Elsewhere, the debate over the mega-coin rolled on, Adam Ozimek debunked the mythos of small business, and Ronald Bailey made the case for fracking.  We aired more thoughts on Brennan’s nomination, and parsed a poll that put Congress’s favorability ratings somewhere between poser-rock and STDs. We expressed concern over Obama’s lack of presidential pardons, and Jim Manzi dove even further into Drum’s lead/crime conundrum. Looking abroad, the Leveretts made their case for Iranian uranium enrichment, we asked whether a full withdrawal from Afghanistan is in the cards, and Armin Rosen exposed the moral hazard of U.S. aid to North Korea.

In assorted coverage, we checked in on scientists’ grasp of the human genome, took the country’s temperature during this nasty flu season, pushed away overbearing new "smart forks," and spotted some pushback against homophobia in the Boy Scouts. Michael Santos struggled to catch up with technology after serving time while the late Paul Fussell pointed out the significance of that college sticker on your rear window.

We also kept up with Canadian standup as Beck sprinkled his new album across the Internet. Elaine Blair marked the difference between romance in rom-coms and sitcoms, Ta-Nehisi and Marc Ambinder parted ways on Django Unchained and Mikl-Em reminded us that "Happy Birthday" isn’t public domain.  After gazing at an overcast Usheaia, Argentina in today’s VFYW, we witnessed some badass table tennis during the MHB, and paused for a poem by Bei Dao here

– B.J.

(Chart of current flu epidemic from Google's statistics)

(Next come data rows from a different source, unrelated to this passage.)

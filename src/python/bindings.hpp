// The Python module `ember` (pybind11): the computations themselves, not a wrapper around the
// binary. One file per area, each adding its functions to the module.
//
// Units at this boundary: masses in g, times in s, energies in GeV as plain numbers; a string
// is read as a quantity with its unit ("1e15 g", "13.787 Gyr"), as on the command line.
#pragma once

#include <pybind11/numpy.h>
#include <pybind11/pybind11.h>
#include <pybind11/stl.h>

#include <string>
#include <vector>

#include "ember/units/quantity.hpp"

namespace ember::python {

namespace py = pybind11;

void add_errors(py::module_& m);
void add_greybody(py::module_& m);
void add_evaporation(py::module_& m);
void add_higgs(py::module_& m);
void add_bounce(py::module_& m);
void add_run(py::module_& m);

// A number in `unit` (internal value unit_value), or a string with its own unit; InputError
// naming `name` otherwise.
double quantity(py::handle value, const std::string& name, units::Kind kind, double unit_value);

// A scalar or a sequence/array of numbers as doubles, and whether it was a scalar.
struct Numbers {
  std::vector<double> values;
  bool scalar = true;
};
Numbers numbers(py::handle value, const std::string& name);

// Back to Python: a float for a scalar input, else a 1-d numpy array.
py::object shaped(const std::vector<double>& values, bool scalar);
py::array_t<double> array(const std::vector<double>& values);
// A numpy masked array: missing values are masked, never NaN.
py::object masked(const std::vector<double>& values, const std::vector<bool>& present);

// Python's json.loads of a JSON text: results as plain dicts, lists and numbers.
py::object from_json_text(const std::string& text);

}  // namespace ember::python
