// Conversions at the Python boundary: quantities, numbers and arrays, JSON.
#include <fmt/format.h>

#include <cmath>

#include "bindings.hpp"
#include "ember/core/errors.hpp"

namespace ember::python {

double quantity(py::handle value, const std::string& name, units::Kind kind, double unit_value) {
  if (py::isinstance<py::str>(value)) {
    const std::string text = value.cast<std::string>();
    try {
      return units::parse_quantity(text, kind).value;
    } catch (const units::QuantityError& e) {
      throw InputError(fmt::format("{} \"{}\": {}", name, text, e.what()));
    }
  }
  if (py::isinstance<py::bool_>(value) || !(py::isinstance<py::float_>(value) || py::isinstance<py::int_>(value)))
    throw InputError(fmt::format("{}: {} given; expected {} as a number or a string with its unit", name,
                                 std::string(py::str(py::type::of(value).attr("__name__"))), units::describe(kind)));
  const double x = value.cast<double>();
  if (!std::isfinite(x) || !(x > 0)) throw InputError(fmt::format("{} {}: expected a finite number > 0", name, x));
  return x * unit_value;
}

Numbers numbers(py::handle value, const std::string& name) {
  Numbers out;
  if (py::isinstance<py::float_>(value) || py::isinstance<py::int_>(value)) {
    out.values.push_back(value.cast<double>());
  } else {
    try {
      const auto a = py::array_t<double, py::array::c_style | py::array::forcecast>::ensure(value);
      if (!a || a.ndim() > 1) throw py::cast_error();
      out.scalar = a.ndim() == 0;
      out.values.assign(a.data(), a.data() + a.size());
    } catch (const py::error_already_set&) {
      throw InputError(fmt::format("{}: expected a number or a 1-d sequence of numbers", name));
    } catch (const py::cast_error&) {
      throw InputError(fmt::format("{}: expected a number or a 1-d sequence of numbers", name));
    }
  }
  for (const double x : out.values)
    if (!std::isfinite(x)) throw InputError(fmt::format("{}: {} is not finite; expected finite numbers", name, x));
  return out;
}

py::array_t<double> array(const std::vector<double>& values) {
  py::array_t<double> a(static_cast<py::ssize_t>(values.size()));
  std::copy(values.begin(), values.end(), a.mutable_data());
  return a;
}

py::object shaped(const std::vector<double>& values, bool scalar) {
  if (scalar) return py::float_(values.at(0));
  return array(values);
}

py::object masked(const std::vector<double>& values, const std::vector<bool>& present) {
  std::vector<double> filled(values.size());
  py::array_t<bool> mask(static_cast<py::ssize_t>(values.size()));
  for (std::size_t i = 0; i < values.size(); ++i) {
    filled[i] = present[i] ? values[i] : 0.0;
    mask.mutable_data()[i] = !present[i];
  }
  return py::module_::import("numpy.ma").attr("masked_array")(array(filled), mask);
}

py::object from_json_text(const std::string& text) {
  return py::module_::import("json").attr("loads")(text);
}

}  // namespace ember::python
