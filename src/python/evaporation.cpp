// Hawking evaporation of one hole over the particle table (evaporation/): f(M), alpha(M), the
// lifetime, the trajectory M(t) and the energy budget. Masses in g, times in s.
#include <fmt/format.h>

#include <cmath>
#include <memory>
#include <optional>

#include "bindings.hpp"
#include "ember/core/errors.hpp"
#include "ember/evaporation/budget.hpp"
#include "ember/evaporation/trajectory.hpp"

namespace ember::python {

namespace {

using namespace ember::evaporation;
namespace u = ember::units;

// The mass-loss model and the trajectory options, built once (the alpha(M) table takes a
// moment) and shared by every call.
class Evaporation {
 public:
  Evaporation(double qcd_scale, double qcd_width, const std::string& argument, py::handle cutoff,
              const std::optional<std::vector<std::string>>& species, const std::optional<std::string>& particles,
              const std::optional<std::string>& table) {
    MassLossOptions o;
    o.qcd_scale = qcd_scale;
    o.qcd_width = qcd_width;
    if (argument != "energy" && argument != "momentum")
      throw InputError(fmt::format("greybody_argument {}: unknown; expected energy or momentum", argument));
    o.argument = argument == "momentum" ? GreybodyArgument::momentum : GreybodyArgument::energy;
    o.validate();
    trajectory_.cutoff_mass =
        cutoff.is_none() ? TrajectoryOptions{}.cutoff_mass : quantity(cutoff, "cutoff", u::mass, u::gram);
    trajectory_.validate();
    ParticleSet set = particles ? load_particles(*particles) : load_default_particles();
    if (species) set = set.only(*species);
    const greybody::Table t = table ? greybody::load_table(*table) : greybody::load_default_table();
    py::gil_scoped_release unlocked;
    mass_loss_ = std::make_shared<const MassLoss>(t, std::move(set), o);
  }

  py::object f(py::handle mass) const {
    return each(mass, [&](double m) { return mass_loss_->f(m); });
  }
  py::object alpha(py::handle mass) const {
    const double cgs = u::gram * u::gram * u::gram / u::second;
    return each(mass, [&](double m) { return mass_loss_->alpha(m) / cgs; });
  }
  py::object lifetime(py::handle mass) const {
    return each(mass, [&](double m) { return Trajectory(*mass_loss_, m, trajectory_).lifetime() / u::second; });
  }
  double mass_with_lifetime(py::handle lifetime) const {
    const double t = quantity(lifetime, "lifetime", u::time, u::second);
    py::gil_scoped_release unlocked;
    return evaporation::mass_with_lifetime(*mass_loss_, t, trajectory_) / u::gram;
  }

  // The same rows as `ember evaporate --trajectory`: `points` + 1 masses log-uniform from M down
  // to a thousandth of the cutoff (or of M), into the analytic tail.
  py::dict trajectory(py::handle mass, int points) const {
    if (points < 2 || points > 1000000)
      throw InputError(fmt::format("points {}: expected a whole number from 2 to 1000000", points));
    const double m0 = quantity(mass, "mass", u::mass, u::gram);
    const Trajectory tr(*mass_loss_, m0, trajectory_);
    const double top = std::log(m0), bottom = std::log(std::min(tr.cutoff_mass(), m0) * 1e-3);
    std::vector<double> age, left, masses, temperature;
    for (int i = 0; i <= points; ++i) {
      const double m = std::exp(top + (bottom - top) * i / points);
      age.push_back(tr.age_at(m) / u::second);
      left.push_back(tr.time_left(m) / u::second);
      masses.push_back(m / u::gram);
      temperature.push_back(hawking_temperature(m));
    }
    py::dict d;
    d["age_s"] = array(age);
    d["time_left_s"] = array(left);
    d["mass_g"] = array(masses);
    d["temperature_GeV"] = array(temperature);
    d["lifetime_s"] = tr.lifetime() / u::second;
    d["cutoff_g"] = tr.cutoff_mass() / u::gram;
    return d;
  }

  // Each species' share of the power emitted now, by name.
  py::dict power_shares(py::handle mass) const {
    const std::vector<double> s = evaporation::power_shares(*mass_loss_, quantity(mass, "mass", u::mass, u::gram));
    py::dict d;
    for (std::size_t i = 0; i < s.size(); ++i) d[py::str(mass_loss_->particles().species[i].name)] = s[i];
    return d;
  }

  double relative_error() const { return mass_loss_->relative_error(); }
  std::vector<std::string> species() const {
    std::vector<std::string> names;
    for (const auto& s : mass_loss_->particles().species) names.push_back(s.name);
    return names;
  }

 private:
  std::shared_ptr<const MassLoss> mass_loss_;
  TrajectoryOptions trajectory_;

  template <class F>
  static py::object each(py::handle mass, F&& f) {
    if (py::isinstance<py::str>(mass)) return py::float_(f(quantity(mass, "mass", u::mass, u::gram)));
    const Numbers ms = numbers(mass, "mass");
    std::vector<double> out;
    for (const double m : ms.values) {
      if (!(m > 0)) throw InputError(fmt::format("mass {}: expected a mass in g > 0", m));
      out.push_back(f(m * u::gram));
    }
    return shaped(out, ms.scalar);
  }
};

}  // namespace

void add_evaporation(py::module_& m) {
  const MassLossOptions defaults;
  py::class_<Evaporation>(m, "Evaporation",
                          "Hawking evaporation over the particle table: primary emission, greybody factors at the "
                          "energy (or momentum) of massive species, partons above the QCD scale and hadrons below.")
      .def(py::init<double, double, const std::string&, py::handle, const std::optional<std::vector<std::string>>&,
                    const std::optional<std::string>&, const std::optional<std::string>&>(),
           py::arg("qcd_scale") = defaults.qcd_scale, py::arg("qcd_width") = defaults.qcd_width,
           py::arg("greybody_argument") = "energy", py::arg("cutoff") = py::none(), py::arg("species") = py::none(),
           py::arg("particles") = py::none(), py::arg("table") = py::none(),
           "qcd_scale in GeV, qcd_width in ln T_H, cutoff a mass (default 1e3 M_Pl); species: only these names "
           "from the particle table; particles, table: other files than the ones that ship.")
      .def("f", &Evaporation::f, py::arg("mass"), "f(M) = alpha(M) / 5.34e25 g^3 s^-1 (MacGibbon 1991); mass in g")
      .def("alpha", &Evaporation::alpha, py::arg("mass"), "alpha(M) = -M^2 dM/dt in g^3/s")
      .def("lifetime", &Evaporation::lifetime, py::arg("mass"), "the lifetime in s of a hole of this mass (g)")
      .def("mass_with_lifetime", &Evaporation::mass_with_lifetime, py::arg("lifetime"),
           "the initial mass (g) whose lifetime is this (s, or a string such as \"13.787 Gyr\")")
      .def("trajectory", &Evaporation::trajectory, py::arg("mass"), py::arg("points") = 400,
           "M(t) as numpy arrays: age_s, time_left_s, mass_g, temperature_GeV (and lifetime_s, cutoff_g)")
      .def("power_shares", &Evaporation::power_shares, py::arg("mass"),
           "each species' share of the power emitted at this mass, by name")
      .def_property_readonly("relative_error", &Evaporation::relative_error, "relative error of alpha(M)")
      .def_property_readonly("species", &Evaporation::species);
  m.def(
      "hawking_temperature",
      [](py::handle mass) { return hawking_temperature(quantity(mass, "mass", u::mass, u::gram)); }, py::arg("mass"),
      "T_H = M_Pl^2 / (8 pi M) in GeV, mass in g");
}

}  // namespace ember::python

A Rip Van Winkle Of The Internet Age

Released from prison in August 2012, Michael Santos describes the difficulties of adapting to the technological development that he missed:

I served more than 25 years in prison, and I haven't yet been free for five full months, so maybe others can understand my ignorance on the subject of technology. I can accept that volumes of basic information are beyond my ability to comprehend right now, but with everything I have to learn, I don't know whether I'll ever grasp all that I need to know. I don't have any idea what a "server" is, and I don't know much about how to make my content available to the people who need it.

He goes on:

I consider myself as having a responsibility, or duty, to help others understand prisons, the people they hold, and strategies for growing through confinement in ways that will help people emerge with values, skills, and resources that translate into success. Technology could really help me succeed, but since I don't understand how to use it effectively, I'm kind of in a lost world.

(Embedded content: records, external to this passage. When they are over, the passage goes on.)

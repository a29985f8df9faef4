// Hawking evaporation of one hole over the particle table (evaporation/): f(M), alpha(M), the
// lifetime, the trajectory M(t) and the energy budget; for a hole born spinning, the lifetime and
// a*(M) under the Kerr rates. Masses in g, times in s.
#include <fmt/format.h>

#include <cmath>
#include <memory>
#include <mutex>
#include <optional>

#include "bindings.hpp"
#include "ember/core/errors.hpp"
#include "ember/evaporation/budget.hpp"
#include "ember/evaporation/kerr_trajectory.hpp"
#include "ember/evaporation/spinning_clock.hpp"
#include "ember/evaporation/trajectory.hpp"
#include "ember/greybody/kerr_table.hpp"

namespace ember::python {

namespace {

using namespace ember::evaporation;
namespace u = ember::units;

// The mass-loss model and the trajectory options, built once (the alpha(M) table takes a
// moment) and shared by every call.
class Evaporation {
 public:
  Evaporation(double qcd_scale, double qcd_width, const std::string& argument, py::handle cutoff,
              const std::optional<std::vector<std::string>>& species, const std::optional<std::string>& particles,
              const std::optional<std::string>& table, const std::optional<std::string>& kerr_table)
      : kerr_table_(kerr_table) {
    MassLossOptions o;
    o.qcd_scale = qcd_scale;
    o.qcd_width = qcd_width;
    if (argument != "energy" && argument != "momentum")
      throw InputError(fmt::format("greybody_argument {}: unknown; expected energy or momentum", argument));
    o.argument = argument == "momentum" ? GreybodyArgument::momentum : GreybodyArgument::energy;
    o.validate();
    trajectory_.cutoff_mass =
        cutoff.is_none() ? TrajectoryOptions{}.cutoff_mass : quantity(cutoff, "cutoff", u::mass, u::gram);
    trajectory_.validate();
    ParticleSet set = particles ? load_particles(*particles) : load_default_particles();
    if (species) set = set.only(*species);
    const greybody::Table t = table ? greybody::load_table(*table) : greybody::load_default_table();
    py::gil_scoped_release unlocked;
    mass_loss_ = std::make_shared<const MassLoss>(t, std::move(set), o);
  }

  py::object f(py::handle mass) const {
    return each(mass, [&](double m) { return mass_loss_->f(m); });
  }
  py::object alpha(py::handle mass) const {
    const double cgs = u::gram * u::gram * u::gram / u::second;
    return each(mass, [&](double m) { return mass_loss_->alpha(m) / cgs; });
  }
  // hole_spin 0 is the Schwarzschild trajectory; above 0 the Kerr trajectory, as `ember evaporate
  // --hole-spin`.
  py::object lifetime(py::handle mass, double hole_spin) const {
    if (hole_spin == 0.0)
      return each(mass, [&](double m) { return Trajectory(*mass_loss_, m, trajectory_).lifetime() / u::second; });
    const KerrMassLoss& kerr = kerr_rates(hole_spin);
    return each(mass, [&](double m) { return KerrTrajectory(kerr, m, hole_spin, trajectory_).lifetime() / u::second; });
  }
  // Above a* = 0, on the clock of a spinning population (Kerr, then Schwarzschild once the spin is
  // gone: spinning_clock.hpp).
  double mass_with_lifetime(py::handle lifetime, double hole_spin) const {
    const double t = quantity(lifetime, "lifetime", u::time, u::second);
    if (hole_spin == 0.0) {
      py::gil_scoped_release unlocked;
      return evaporation::mass_with_lifetime(*mass_loss_, t, trajectory_) / u::gram;
    }
    const KerrMassLoss& kerr = kerr_rates(hole_spin);
    py::gil_scoped_release unlocked;
    return spinning_mass_with_lifetime(kerr, *mass_loss_, hole_spin, t, trajectory_) / u::gram;
  }

  // The Kerr trajectory's recorded points: mass_g, hole_spin, age_s, time_left_s,
  // temperature_GeV (the rows of `ember evaporate --hole-spin A --trajectory`), and lifetime_s,
  // cutoff_g.
  py::dict spin_down(py::handle mass, double hole_spin) const {
    if (!(hole_spin > 0)) throw InputError(fmt::format("hole_spin {}: expected a* > 0 for a spin-down", hole_spin));
    const double m0 = quantity(mass, "mass", u::mass, u::gram);
    const KerrTrajectory tr(kerr_rates(hole_spin), m0, hole_spin, trajectory_);
    std::vector<double> masses, spins, age, left, temperature;
    for (const auto& pt : tr.points()) {
      masses.push_back(pt.mass / u::gram);
      spins.push_back(pt.hole_spin);
      age.push_back(pt.age / u::second);
      left.push_back((tr.lifetime() - pt.age) / u::second);
      temperature.push_back(kerr_hawking_temperature(pt.mass, pt.hole_spin));
    }
    py::dict d;
    d["mass_g"] = array(masses);
    d["hole_spin"] = array(spins);
    d["age_s"] = array(age);
    d["time_left_s"] = array(left);
    d["temperature_GeV"] = array(temperature);
    d["lifetime_s"] = tr.lifetime() / u::second;
    d["cutoff_g"] = tr.cutoff_mass() / u::gram;
    return d;
  }

  // The same rows as `ember evaporate --trajectory`: `points` + 1 masses log-uniform from M down
  // to a thousandth of the cutoff (or of M), into the analytic tail.
  py::dict trajectory(py::handle mass, int points) const {
    if (points < 2 || points > 1000000)
      throw InputError(fmt::format("points {}: expected a whole number from 2 to 1000000", points));
    const double m0 = quantity(mass, "mass", u::mass, u::gram);
    const Trajectory tr(*mass_loss_, m0, trajectory_);
    const double top = std::log(m0), bottom = std::log(std::min(tr.cutoff_mass(), m0) * 1e-3);
    std::vector<double> age, left, masses, temperature;
    for (int i = 0; i <= points; ++i) {
      const double m = std::exp(top + (bottom - top) * i / points);
      age.push_back(tr.age_at(m) / u::second);
      left.push_back(tr.time_left(m) / u::second);
      masses.push_back(m / u::gram);
      temperature.push_back(hawking_temperature(m));
    }
    py::dict d;
    d["age_s"] = array(age);
    d["time_left_s"] = array(left);
    d["mass_g"] = array(masses);
    d["temperature_GeV"] = array(temperature);
    d["lifetime_s"] = tr.lifetime() / u::second;
    d["cutoff_g"] = tr.cutoff_mass() / u::gram;
    return d;
  }

  // Each species' share of the power emitted now, by name.
  py::dict power_shares(py::handle mass) const {
    const std::vector<double> s = evaporation::power_shares(*mass_loss_, quantity(mass, "mass", u::mass, u::gram));
    py::dict d;
    for (std::size_t i = 0; i < s.size(); ++i) d[py::str(mass_loss_->particles().species[i].name)] = s[i];
    return d;
  }

  double relative_error() const { return mass_loss_->relative_error(); }
  std::vector<std::string> species() const {
    std::vector<std::string> names;
    for (const auto& s : mass_loss_->particles().species) names.push_back(s.name);
    return names;
  }

 private:
  std::shared_ptr<const MassLoss> mass_loss_;
  TrajectoryOptions trajectory_;
  std::optional<std::string> kerr_table_;
  mutable std::shared_ptr<const KerrMassLoss> kerr_;  // built on the first spinning call (seconds)
  mutable std::mutex kerr_mutex_;                     // guards kerr_: the build runs without the GIL

  // The Kerr rates over the same species and options; a* must lie on the Kerr table.
  const KerrMassLoss& kerr_rates(double hole_spin) const {
    if (mass_loss_->options().argument != GreybodyArgument::energy)
      throw InputError(
          "greybody_argument momentum: not with hole_spin; expected energy (the Kerr rates take the greybody factors "
          "at the energy)");
    {
      // The GIL first, then the lock: a thread waiting for the lock never holds the GIL.
      py::gil_scoped_release unlocked;
      const std::lock_guard<std::mutex> lock(kerr_mutex_);
      if (!kerr_) {
        const greybody::KerrTable t =
            kerr_table_ ? greybody::load_kerr_table(*kerr_table_) : greybody::load_default_kerr_table();
        kerr_ = std::make_shared<const KerrMassLoss>(t, mass_loss_->particles(), mass_loss_->options());
      }
    }
    const double top = kerr_->hole_spins().back();
    if (!(hole_spin >= 0 && hole_spin <= top))
      throw InputError(fmt::format(
          "hole_spin {}: expected a* = J c / (G M^2) in [0, {}] (the Kerr greybody table's range)", hole_spin, top));
    return *kerr_;
  }

  template <class F>
  static py::object each(py::handle mass, F&& f) {
    if (py::isinstance<py::str>(mass)) return py::float_(f(quantity(mass, "mass", u::mass, u::gram)));
    const Numbers ms = numbers(mass, "mass");
    std::vector<double> out;
    for (const double m : ms.values) {
      if (!(m > 0)) throw InputError(fmt::format("mass {}: expected a mass in g > 0", m));
      out.push_back(f(m * u::gram));
    }
    return shaped(out, ms.scalar);
  }
};

}  // namespace

void add_evaporation(py::module_& m) {
  const MassLossOptions defaults;
  py::class_<Evaporation>(m, "Evaporation",
                          "Hawking evaporation over the particle table: primary emission, greybody factors at the "
                          "energy (or momentum) of massive species, partons above the QCD scale and hadrons below.")
      .def(py::init<double, double, const std::string&, py::handle, const std::optional<std::vector<std::string>>&,
                    const std::optional<std::string>&, const std::optional<std::string>&,
                    const std::optional<std::string>&>(),
           py::arg("qcd_scale") = defaults.qcd_scale, py::arg("qcd_width") = defaults.qcd_width,
           py::arg("greybody_argument") = "energy", py::arg("cutoff") = py::none(), py::arg("species") = py::none(),
           py::arg("particles") = py::none(), py::arg("table") = py::none(), py::arg("kerr_table") = py::none(),
           "qcd_scale in GeV, qcd_width in ln T_H, cutoff a mass (default 1e3 M_Pl); species: only these names "
           "from the particle table; particles, table, kerr_table: other files than the ones that ship.")
      .def("f", &Evaporation::f, py::arg("mass"), "f(M) = alpha(M) / 5.34e25 g^3 s^-1 (MacGibbon 1991); mass in g")
      .def("alpha", &Evaporation::alpha, py::arg("mass"), "alpha(M) = -M^2 dM/dt in g^3/s")
      .def("lifetime", &Evaporation::lifetime, py::arg("mass"), py::arg("hole_spin") = 0.0,
           "the lifetime in s of a hole of this mass (g), born with a* = hole_spin")
      .def("mass_with_lifetime", &Evaporation::mass_with_lifetime, py::arg("lifetime"), py::arg("hole_spin") = 0.0,
           "the initial mass (g) whose lifetime is this (s, or a string such as \"13.787 Gyr\"), born with a* = "
           "hole_spin")
      .def("spin_down", &Evaporation::spin_down, py::arg("mass"), py::arg("hole_spin"),
           "a hole born with a* = hole_spin as numpy arrays along its Kerr trajectory: mass_g, hole_spin, age_s, "
           "time_left_s, temperature_GeV (and lifetime_s, cutoff_g)")
      .def("trajectory", &Evaporation::trajectory, py::arg("mass"), py::arg("points") = 400,
           "M(t) as numpy arrays: age_s, time_left_s, mass_g, temperature_GeV (and lifetime_s, cutoff_g)")
      .def("power_shares", &Evaporation::power_shares, py::arg("mass"),
           "each species' share of the power emitted at this mass, by name")
      .def_property_readonly("relative_error", &Evaporation::relative_error, "relative error of alpha(M)")
      .def_property_readonly("species", &Evaporation::species);
  m.def(
      "hawking_temperature",
      [](py::handle mass) { return hawking_temperature(quantity(mass, "mass", u::mass, u::gram)); }, py::arg("mass"),
      "T_H = M_Pl^2 / (8 pi M) in GeV, mass in g");
}

}  // namespace ember::python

Mark Whitney praises the accomplishments of Santos, "the first and only prisoner in history to gradually earn his way from a maximum security cell block to a fenceless camp." Santos' personal website here, and a collection of his writings from prison here. Previous Dish on the difficulties of adapting to life outside of prison here.

Sitcom-Sized Love

Elaine Blair explores how sitcoms portray romance, noting that the shows "offer a salve for the bruises of urban single life":

Sitcoms rarely ask us to believe that any particular couple is, as they say, meant to be. Like romantic comedies, sitcoms might nurture and draw out a sense of chemistry between two characters while also putting obstacles in their way, setting us up for a long-deferred union. (Sam and Diane on Cheers, Ross and Rachel on Friends, for instance.) But romantic comedies traditionally end at the moment the obstacles are overcome and love is declared.

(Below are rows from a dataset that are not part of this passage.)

// Greybody factors Gamma_{s,l}(x) of a Schwarzschild hole, x = G M omega / c^3: from the table
// that ships (or another), by a direct solve of the wave equation, and the emission per degree of
// freedom (greybody/table.hpp, solver.hpp, emission.hpp).
#include <fmt/format.h>

#include <optional>

#include "bindings.hpp"
#include "ember/core/errors.hpp"
#include "ember/greybody/emission.hpp"
#include "ember/greybody/table.hpp"

namespace ember::python {

namespace {

using namespace ember::greybody;

Table table_from(const std::optional<std::string>& file) {
  return file ? load_table(*file) : load_default_table();
}

Numbers positive_x(py::handle x) {
  Numbers n = numbers(x, "x");
  for (const double v : n.values)
    if (!(v > 0)) throw InputError(fmt::format("x {}: expected a finite x = G M omega / c^3 > 0", v));
  return n;
}

int twice_spin_of(double spin) {
  return make_mode(spin, spin == 0.5 ? 0.5 : spin).twice_spin;  // throws InputError for a spin not 0, 1/2, 1, 2
}

py::object transmission(double spin, double l, py::handle x, const std::optional<std::string>& file) {
  const Mode mode = make_mode(spin, l);
  const Numbers xs = positive_x(x);
  const Table table = table_from(file);
  std::vector<double> out;
  for (const double v : xs.values) out.push_back(table.transmission(mode.twice_spin, mode.twice_l, v).value);
  return shaped(out, xs.scalar);
}

py::object weighted_sum(double spin, py::handle x, const std::optional<std::string>& file) {
  const int ts = twice_spin_of(spin);
  const Numbers xs = positive_x(x);
  const Table table = table_from(file);
  std::vector<double> out;
  for (const double v : xs.values) out.push_back(table.weighted_sum(ts, v).value);
  return shaped(out, xs.scalar);
}

py::tuple solve(double spin, double l, double x) {
  if (!(x > 0) || !std::isfinite(x)) throw InputError(fmt::format("x {}: expected a finite x > 0", x));
  const Mode mode = make_mode(spin, l);
  Transmission t;
  {
    py::gil_scoped_release unlocked;
    t = solve_transmission(mode, x);
  }
  if (t.summary.status != SolveStatus::converged) throw NumericalError("greybody solver", t.summary.message);
  return py::make_tuple(t.gamma.value, t.gamma.error);
}

py::dict emission(double spin, const std::optional<std::string>& file) {
  const Emission e = emission_per_dof(table_from(file), twice_spin_of(spin));
  py::dict d;
  d["power"] = e.power.value;
  d["power_error"] = e.power.error;
  d["number"] = e.number.value;
  d["number_error"] = e.number.error;
  return d;
}

}  // namespace

void add_greybody(py::module_& m) {
  m.def("greybody_transmission", &transmission, py::arg("spin"), py::arg("l"), py::arg("x"),
        py::arg("table") = py::none(),
        "Gamma_{s,l}(x) from the greybody table (the one that ships, or the file `table`); x = G M omega / c^3, "
        "a number or an array. l is the orbital l (spins 0, 1, 2) or the total j (spin 1/2).");
  m.def("greybody_weighted_sum", &weighted_sum, py::arg("spin"), py::arg("x"), py::arg("table") = py::none(),
        "sum over l of (2l+1) Gamma_{s,l}(x) from the table: the absorption cross-section is pi/omega^2 times it.");
  m.def("greybody_solve", &solve, py::arg("spin"), py::arg("l"), py::arg("x"),
        "Gamma_{s,l}(x) by a direct solve of the wave equation: (value, error). Raises NumericalError when the "
        "solve does not converge.");
  m.def("emission", &emission, py::arg("spin"), py::arg("table") = py::none(),
        "Power (hbar c^6 / (G^2 M^2)) and number (c^3 / (G M)) emitted per degree of freedom of a massless "
        "species of this spin, with their errors: dict power, power_error, number, number_error.");
}

}  // namespace ember::python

They leave us aglow with a sense of the couple’s felicity. In sitcoms, the story must go on well past the first round of obstacles. As often as not, couples break up and the characters have other affairs, and for good reason. Happy couplings are notoriously difficult to pull off; script writers, used to working in a mode of farce, struggle to find the right tone for domestic satisfaction (think of Niles and Daphne finally married on Frasier). Like any kind of comedy, a sitcom can have a marriage at its very end, but a marriage somewhere in the middle is narrative disaster. And since sitcoms are, effectively, comedies without end, it’s hard to write a marriage into the show in a way that encourages—rather than dashes—our illusions of its rightness.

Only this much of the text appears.